I have just had an FET BFN and my clinic have said we can start again next month taking nose spray reading for fresh attempt no 4 in August. 

mentally i am fine going straight ahead into another ICSI as just want to get started again.  However for the past year we have only had two months where we haven't been on an attempt or pregnant.  Is is better for my body to have a rest of one month before starting again or doesn't it matter from a physical point of view??
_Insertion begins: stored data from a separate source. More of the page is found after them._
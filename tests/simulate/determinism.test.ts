/** Same seed, same numbers; epochs in any order; stage sequences and artifacts as specified. */
import { describe, expect, it } from 'vitest';
import { NightGenerator, generateEpoch, planNight, groundTruth, ScenarioError, checkScenario } from '../../src/core/simulate/index.ts';
import { baseScenario } from './scenarios.ts';

const withEvents = baseScenario({
  nightMin: 20,
  groups: [{ name: 'control', codePrefix: 'ctl', size: 2, fsHz: 128, covariates: { ageMean: 40, ageSd: 10, femaleFraction: 0.5, scoreMean: 10, scoreSd: 3 } }],
  rhythms: [
    {
      name: 'fast-spindle',
      kind: 'bursts',
      site: 'CPz',
      widthDeg: 40,
      centerHz: 13.5,
      amplitudeUv: 15,
      durationS: [0.5, 2],
      burstFrequencySdHz: 0.3,
      perMinute: { N2: 5 },
    },
    { name: 'alpha', kind: 'narrowband', site: 'Oz', widthDeg: 40, centerHz: 10, bandwidthHz: 0.6, rmsUv: { W: 14 } },
  ],
  artifacts: [
    { kind: 'movement', subject: 'ctl01', epochFraction: 0.3, rmsUv: 150, durationS: [2, 6] },
    { kind: 'mains', subject: 'ctl02', frequencyHz: 60, amplitudeUv: 10, channels: ['Cz'] },
  ],
});

function epochs(scenario = withEvents, subject = 0, order?: number[]): Float32Array[][] {
  const plan = planNight(scenario, subject);
  const gen = new NightGenerator(plan);
  const idx = order ?? plan.stages.map((_, i) => i);
  const result: Float32Array[][] = [];
  for (const e of idx) {
    const out = plan.channels.map(() => new Float32Array(plan.epochSamples));
    gen.generate(e, out);
    result[e] = out;
  }
  return result;
}

/** All samples of two nights as bytes: equal only if bit-identical. */
function bytes(night: Float32Array[][]): Buffer {
  return Buffer.concat(night.flatMap((epoch) => epoch.map((x) => Buffer.from(x.buffer, x.byteOffset, x.byteLength))));
}

describe('determinism', () => {
  it('the same seed gives bit-identical epochs, from a fresh plan and generator', () => {
    expect(bytes(epochs()).equals(bytes(epochs()))).toBe(true);
  });

  it('a different seed gives different samples and a different night', () => {
    const a = epochs();
    const b = epochs({ ...withEvents, seed: withEvents.seed + 1 });
    expect(bytes([a[3]]).equals(bytes([b[3]]))).toBe(false);
    expect(planNight(withEvents, 0).stages).not.toEqual(planNight({ ...withEvents, seed: withEvents.seed + 1 }, 0).stages);
  });

  it('epochs generated out of order (reversed, then shuffled) equal the in-order ones', () => {
    const inOrder = epochs();
    const n = inOrder.length;
    const reversed = epochs(withEvents, 0, [...Array(n).keys()].reverse());
    const shuffled = epochs(withEvents, 0, [
      7,
      2,
      30,
      3,
      0,
      39,
      1,
      15,
      14,
      16,
      ...[...Array(n).keys()].filter((i) => ![7, 2, 30, 3, 0, 39, 1, 15, 14, 16].includes(i)),
    ]);
    expect(bytes(reversed).equals(bytes(inOrder))).toBe(true);
    expect(bytes(shuffled).equals(bytes(inOrder))).toBe(true);
  });

  it('generateEpoch on its own gives the same epoch as the streaming generator', () => {
    const plan = planNight(withEvents, 0);
    const alone = plan.channels.map(() => new Float32Array(plan.epochSamples));
    generateEpoch(plan, 17, alone);
    expect(bytes([alone]).equals(bytes([epochs()[17]]))).toBe(true);
  });

  it('subjects differ from each other', () => {
    expect(bytes([epochs(withEvents, 0)[5]]).equals(bytes([epochs(withEvents, 1)[5]]))).toBe(false);
  });

  it('the signal is continuous across epoch boundaries (the cross-fade), not stepping', () => {
    const night = epochs();
    // mean |Δx| across the 39 boundaries against the mean |Δx| inside epochs, channel Cz
    const c = 5;
    let inside = 0;
    let nInside = 0;
    let across = 0;
    for (let e = 0; e < night.length; e++) {
      const x = night[e][c];
      for (let i = 1; i < x.length; i++) {
        inside += Math.abs(x[i] - x[i - 1]);
        nInside++;
      }
      if (e > 0) across += Math.abs(x[0] - night[e - 1][c][x.length - 1]);
    }
    expect(across / (night.length - 1)).toBeLessThan(3 * (inside / nInside));
  });
});

describe('stage sequence', () => {
  const demoLike = baseScenario({
    nightMin: 60,
    hypnogram: {
      wakeAtStartMin: 6,
      cycleMin: { N1: 2, N2: 10, N3: 9, N2late: 4, R: 5 },
      n3PerCycle: 0.6,
      rPerCycle: 1.4,
      jitter: 0.25,
      awakeningsPerHour: 1.5,
    },
    groups: [
      { name: 'control', codePrefix: 'ctl', size: 12, fsHz: 256, covariates: { ageMean: 40, ageSd: 10, femaleFraction: 0.5, scoreMean: 10, scoreSd: 3 } },
    ],
  });

  it('starts awake, then N1 → N2 → N3 in the first cycle, has every stage and 120 epochs', () => {
    for (let s = 0; s < 12; s++) {
      const st = planNight(demoLike, s).stages;
      expect(st).toHaveLength(120);
      expect(st[0]).toBe('W');
      const firstSleep = st.findIndex((x) => x !== 'W');
      expect(st[firstSleep]).toBe('N1');
      expect(st.indexOf('N2')).toBeLessThan(st.indexOf('N3'));
      expect(st.indexOf('N3')).toBeLessThan(st.indexOf('R'));
      for (const stage of ['W', 'N1', 'N2', 'N3', 'R']) expect(st).toContain(stage);
    }
  });

  it('is deterministic per subject and differs between subjects (jitter)', () => {
    expect(planNight(demoLike, 3).stages).toEqual(planNight(demoLike, 3).stages);
    const distinct = new Set(Array.from({ length: 12 }, (_, s) => planNight(demoLike, s).stages.join(',')));
    expect(distinct.size).toBeGreaterThan(8);
  });
});

describe('artifacts and truth', () => {
  it('movement epochs hold bursts of the planted size and are listed in the truth', () => {
    const plan = planNight(withEvents, 0);
    const listed = plan.truth.artifacts.find((a) => a.kind === 'movement');
    expect(listed && listed.kind === 'movement').toBe(true);
    const moved = (listed as { epochs: number[] }).epochs;
    // fraction 0.3 of 40 epochs: binomial, 99.9 % between 4 and 21 (binomial quantiles, n = 40, p = 0.3)
    expect(moved.length).toBeGreaterThanOrEqual(4);
    expect(moved.length).toBeLessThanOrEqual(21);
    const night = epochs();
    const peak = (e: number): number => Math.max(...night[e].map((x) => Math.max(...x.map(Math.abs))));
    const still = plan.stages.map((_, i) => i).filter((e) => !moved.includes(e));
    const median = (v: number[]): number => v.sort((a, b) => a - b)[Math.floor(v.length / 2)];
    expect(median(moved.map(peak))).toBeGreaterThan(3 * median(still.map(peak)));
  });

  it('mains hum is on the listed channel only, at the stated amplitude', () => {
    const plan = planNight(withEvents, 1);
    const night = epochs(withEvents, 1);
    const cz = plan.channels.indexOf('Cz');
    // amplitude of the 60 Hz component over one epoch by correlation with sin and cos
    const amp = (x: Float32Array): number => {
      let s = 0;
      let c = 0;
      for (let i = 0; i < x.length; i++) {
        const w = (2 * Math.PI * 60 * i) / plan.fsHz;
        s += x[i] * Math.sin(w);
        c += x[i] * Math.cos(w);
      }
      return (2 * Math.hypot(s, c)) / x.length;
    };
    expect(Math.abs(amp(night[4][cz]) - 10)).toBeLessThan(1);
    expect(amp(night[4][cz - 1])).toBeLessThan(1);
    expect(plan.truth.artifacts).toEqual([{ kind: 'mains', frequencyHz: 60, amplitudeUv: 10, channels: ['Cz'] }]);
  });

  it('groundTruth lists every subject with per-stage, per-channel aperiodic values', () => {
    const t = groundTruth(withEvents);
    expect(t.subjects.map((s) => s.subject)).toEqual(['ctl01', 'ctl02']);
    expect(Object.keys(t.subjects[0].aperiodic.N2)).toEqual(withEvents.channels);
    expect(JSON.parse(JSON.stringify(t))).toEqual(t);
  });

  it('bad scenarios fail with the field named', () => {
    expect(() => checkScenario({ ...withEvents, channels: ['C3', 'Xy9'] })).toThrow(/channels\[1\].*Xy9/);
    expect(() => checkScenario({ ...withEvents, reference: { label: 'REF', site: 'Cz' } })).toThrow(ScenarioError);
    expect(() => checkScenario({ ...withEvents, artifacts: [{ kind: 'flat', subject: 'ctl09', channel: 'O2', valueUv: 0, noiseSdUv: 0 }] })).toThrow(
      /artifacts\[0\]\.subject/,
    );
    expect(() => checkScenario({ ...withEvents, nightMin: 10.25 })).toThrow(/nightMin/);
    expect(() =>
      checkScenario({
        ...withEvents,
        artifacts: [{ kind: 'mains', subject: 'ctl01', frequencyHz: 60, amplitudeUv: 1, channels: 'all' }],
        groups: [{ ...withEvents.groups[0], fsHz: 100 }],
      }),
    ).toThrow(/Nyquist/);
  });
});
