/** A value or state the store refuses, naming where it was found. */
export class StoreError extends Error {
  readonly table: string | null;
  readonly column: string | null;
  readonly row: number | null;

  constructor(message: string, where: { table?: string; column?: string; row?: number } = {}) {
    const place = [
      where.table !== undefined ? `table ${where.table}` : null,
      where.column !== undefined ? `column ${where.column}` : null,
      where.row !== undefined ? `row ${where.row}` : null,
    ].filter((p) => p !== null);
    super(place.length > 0 ? `${place.join(', ')}: ${message}` : message);
    this.name = 'StoreError';
    this.table = where.table ?? null;
    this.column = where.column ?? null;
    this.row = where.row ?? null;
  }
}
just wanted to get your thoughts.  Am itching to start again but on the other hand obviously want to make sure physically give the embys the best chance.

thanks for any advice

mud
x


----------



## Moonshine (Jun 1, 2010)

Hi Mud, 

I know what you mean I am always keen to get started again but having just had my 4th BFN the clinic now want to run some further tests to see if I have implantation issues, which I am glad they are looking into it before I waste anymore embys but also worried, I actually asked for the tests as concerned after 4 attempts with Blast I have never had a BFP. 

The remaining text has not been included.